2. LA ACCIÓN DE TUTELA CONTRA PROVIDENCIAS JUDICIALES NO ES EXCEPCIONAL, SINO EXCEPCIONALÍSIMA Para la Sala, no está por demás indicar que cuando la acción de tutela se dirige contra providencias judiciales, su procedencia no es excepcional, sino excepcionalísima, pues corre el demandante con la carga de demostrar la presencia de una o varias de las causales de procedibilidad que esta Corporación ha venido acogiendo, en posición compartida con la Corte Constitucional, que en reciente pronunciamiento expresó: “La eventual procedencia de la acción de tutela contra sentencias judiciales y otras providencias que pongan fin al proceso tiene connotación de excepcionalísima, lo cual significa que procede siempre y cuando se cumplan unos determinados requisitos muy estrictos que la jurisprudencia se ha encargado de especificar” –Negrillas y subrayas fuera del original- Sentencia T-780 de 2006, M.P. Nilson Pinilla Pinilla.

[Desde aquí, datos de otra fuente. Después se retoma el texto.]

// Our motif library: two-colour repeats drawn as data. '.' is the background, 'X' the pattern colour.
// Rows are written top row first, as on paper; width × height is the repeat (margins included), so
// tiling a motif edge to edge spaces it as designed. Borders and all-overs keep every float (a run of
// one colour that the other yarn is carried behind) to 5 stitches or fewer even when tiled; pictorial
// motifs keep solid runs to 7 or fewer, and their background floats are left for the float check.

export type MotifKind = "border" | "all-over" | "motif";

export interface Motif {
  id: string;
  name: string;
  /** the first tag is the kind; the rest describe the theme */
  tags: readonly [MotifKind, ...string[]];
  width: number;
  height: number;
  /** top row first; '.' background, 'X' pattern colour */
  rows: readonly string[];
}

export const MOTIF_BACKGROUND = ".";
export const MOTIF_PATTERN = "X";

export const MOTIFS: readonly Motif[] = [
  {
    id: "lice",
    name: "Scattered lice",
    tags: ["all-over", "peerie", "geometric"],
    width: 4,
    height: 4,
    rows: ["X...", "....", "..X.", "...."],
  },
  {
    id: "checks",
    name: "Small checks",
    tags: ["all-over", "geometric"],
    width: 4,
    height: 4,
    rows: ["XX..", "XX..", "..XX", "..XX"],
  },
  {
    id: "diagonal",
    name: "Barber-pole diagonal",
    tags: ["all-over", "geometric", "stripe"],
    width: 6,
    height: 6,
    rows: ["XX....", ".XX...", "..XX..", "...XX.", "....XX", "X....X"],
  },
  {
    id: "lattice",
    name: "Seeded lattice",
    tags: ["all-over", "geometric", "diamond"],
    width: 8,
    height: 8,
    rows: ["X...X...", ".X.....X", "..X...X.", "...X.X..", "X...X...", "...X.X..", "..X...X.", ".X.....X"],
  },
  {
    id: "ripple",
    name: "Ripple chevron",
    tags: ["all-over", "geometric", "chevron"],
    width: 8,
    height: 4,
    rows: [".XX...XX", "..XX.XX.", "X..XXX..", "XX..X..X"],
  },
  {
    id: "crosses",
    name: "Little crosses",
    tags: ["border", "peerie", "cross"],
    width: 4,
    height: 3,
    rows: [".X..", "XXX.", ".X.."],
  },
  {
    id: "zigzag",
    name: "Zigzag peerie",
    tags: ["border", "peerie", "geometric"],
    width: 6,
    height: 4,
    rows: ["...X..", "..X.X.", ".X...X", "X....."],
  },
  {
    id: "diamond-peerie",
    name: "Diamond peerie",
    tags: ["border", "peerie", "diamond"],
    width: 6,
    height: 5,
    rows: ["..X...", ".XXX..", "XX.XX.", ".XXX..", "..X..."],
  },
  {
    id: "heart-peerie",
    name: "Heart peerie",
    tags: ["border", "peerie", "heart"],
    width: 6,
    height: 5,
    rows: [".X.X..", "XXXXX.", ".XXX..", "..X...", "......"],
  },
  {
    id: "heart",
    name: "Heart",
    tags: ["motif", "heart"],
    width: 9,
    height: 9,
    rows: [
      ".........",
      "..X...X..",
      ".XXX.XXX.",
      ".XXXXXXX.",
      ".XXXXXXX.",
      "..XXXXX..",
      "...XXX...",
      "....X....",
      ".........",
    ],
  },
  {
    id: "snowflake-small",
    name: "Small snowflake",
    tags: ["motif", "winter", "snowflake"],
    width: 9,
    height: 9,
    rows: [
      ".........",
      ".X..X..X.",
      "..X.X.X..",
      "...XXX...",
      ".XXX.XXX.",
      "...XXX...",
      "..X.X.X..",
      ".X..X..X.",
      ".........",
    ],
  },
  {
    id: "snowflake-large",
    name: "Frost snowflake",
    tags: ["motif", "winter", "snowflake"],
    width: 13,
    height: 13,
    rows: [
      ".............",
      "......X......",
      "....X.X.X....",
      "...X.XXX.X...",
      "..X...X...X..",
      "...X..X..X...",
      ".XXXXX.XXXXX.",
      "...X..X..X...",
      "..X...X...X..",
      "...X.XXX.X...",
      "....X.X.X....",
      "......X......",
      ".............",
    ],
  },
  {
    id: "star-eight",
    name: "Eight-petal star",
    tags: ["motif", "star", "winter"],
    width: 15,
    height: 13,
    rows: [
      "...............",
      "..X.........X..",
      "..XX.......XX..",
      "..XXX.....XXX..",
      "..XXXX...XXXX..",
      "..XXXXX.XXXXX..",
      ".......X.......",
      "..XXXXX.XXXXX..",
      "..XXXX...XXXX..",
      "..XXX.....XXX..",
      "..XX.......XX..",
      "..X.........X..",
      "...............",
    ],
  },
  {
    id: "rose",
    name: "Compass rose",
    tags: ["motif", "flower", "geometric"],
    width: 13,
    height: 13,
    rows: [
      ".............",
      "......X......",
      "...X.XXX.X...",
      "...XX.X.XX...",
      "....XX.XX....",
      "..XX.XXX.XX..",
      ".XXXX.X.XXXX.",
      "..XX.XXX.XX..",
      "....XX.XX....",
      "...XX.X.XX...",
      "...X.XXX.X...",
      "......X......",
      ".............",
    ],
  },
  {
    id: "fir-tree",
    name: "Snowy fir",
    tags: ["motif", "tree", "winter"],
    width: 11,
    height: 13,
    rows: [
      "...........",
      ".....X.....",
      "....XXX....",
      "...XXXXX...",
      "....XXX....",
      "...XX.XX...",
      "..XXXXXXX..",
      "....X.X....",
      "..XXX.XXX..",
      ".XXX.X.XXX.",
      ".....X.....",
      "....XXX....",
      "...........",
    ],
  },
  {
    id: "reindeer",
    name: "Reindeer",
    tags: ["motif", "animal", "winter"],
    width: 15,
    height: 15,
    rows: [
      "...............",
      "..X.X.X........",
      "..XXXX.........",
      "...XX..........",
      "...XXX.........",
      "..XXXX.........",
      ".XXXXX.........",
      "....XXX........",
      "....XXXXXXX.X..",
      ".....XXXXXXX...",
      ".....XXXXXX....",
      ".....X.X..X.X..",
      ".....X.X..X.X..",
      "....X...XX...X.",
      "...............",
    ],
  },
  {
    id: "bird",
    name: "Wren",
    tags: ["motif", "animal", "bird"],
    width: 13,
    height: 12,
    rows: [
      ".............",
      "....XXX......",
      "...XX.XX.....",
      ".XXXXXXX.....",
      "....XXXX...XX",
      "....XXXXX.XXX",
      "....XXX.XXXX.",
      ".....XXX.XX..",
      "......XXXX...",
      ".......X.....",
      "......XX.....",
      ".............",
    ],
  },
  {
    id: "fox",
    name: "Fox",
    tags: ["motif", "animal"],
    width: 15,
    height: 13,
    rows: [
      "...............",
      ".X...X.........",
      ".XX.XX.........",
      ".XXXXX.........",
      ".X.X.X......X..",
      "..XXX......XXX.",
      "...X.......XXX.",
      "...XXXXXXX.XX..",
      "...XXXXXXX.X...",
      "....XXXXXXX....",
      "....X.X..X.X...",
      "...XX.XX.XX.XX.",
      "...............",
    ],
  },
];

export function getMotif(id: string): Motif {
  const motif = MOTIFS.find((m) => m.id === id);
  if (!motif) throw new RangeError(`no motif '${id}'; known motifs: ${MOTIFS.map((m) => m.id).join(", ")}`);
  return motif;
}

export function getMotifKind(motif: Pick<Motif, "tags">): MotifKind {
  return motif.tags[0];
}

/**
 * The longest run of one colour in any row when the motif is tiled side by side, per colour:
 * a run of background is a float of the pattern yarn behind it, and the other way round.
 * Rows of a single colour carry no second yarn and are skipped.
 */
export function getLongestRuns(motif: Pick<Motif, "rows" | "width">): { background: number; pattern: number } {
  let background = 0;
  let pattern = 0;
  for (const row of motif.rows) {
    if (!row.includes(MOTIF_PATTERN) || !row.includes(MOTIF_BACKGROUND)) continue;
    // Three copies are enough to see every run that wraps across the repeat edge.
    const tiled = row.repeat(3);
    let run = 0;
    for (let i = 0; i < tiled.length; i++) {
      run = i > 0 && tiled[i] === tiled[i - 1] ? run + 1 : 1;
      if (tiled[i] === MOTIF_BACKGROUND) background = Math.max(background, run);
      else pattern = Math.max(pattern, run);
    }
  }
  return { background, pattern };
}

Baste entonces con que se incumpla uno de los requisitos de habilitación tan profusamente expuestos en esta providencia, para relevar al juez de tutela del estudio de fondo del asunto puesto a su conocimiento.

3. ANÁLISIS DEL CASO CONCRETO Desde otrora esta Sala ha venido sosteniendo que si bien la tutela procede contra providencias judiciales, en aplicación de los anteriores criterios de procedibilidad -ya expuestos en extenso- incumbe a quien la ejercite no sólo conformarse con realizar exposiciones aisladas de argumentos que cuestionen su validez, si no también demostrar de forma irrefutable que las mismas sólo están envueltas en un manto de legalidad, mas en el fondo no son otra cosa que la expresión grosera o ilegal de la judicatura, disfrazada de declaración de justicia. Frente a decisiones judiciales ejecutoriadas, por otra parte, se presume su legalidad y acierto, razón por la cual, si se pretende demostrar lo contrario, a quien así lo denuncia es al que le corresponde la carga de construir un discurso argumentativo y probatorio, de tal talante que el error, que de por sí debe ser garrafal, quede en franca evidencia. No obstante, siguiendo el principio de informalidad de la tutela, si bien no se exigen fórmulas sacramentales en su planteamiento, tan bien es cierto que no resulta admisible solicitar al juez de tutela una actitud oficiosa de protección de las garantías fundamentales, o pretender que se active su intervención para revivir un debate sustancial o probatorio ya culminado, a partir de planteamientos genéricos y sin demostración. En esa medida, una actuación judicial culminada constituye una expresión de seguridad jurídica y coadyuva a alcanzar uno de los principios de nuestro Estado Social de Derecho, cual es el de lograr “…la vigencia de un orden justo.” –Artículo 2º Constitucional-.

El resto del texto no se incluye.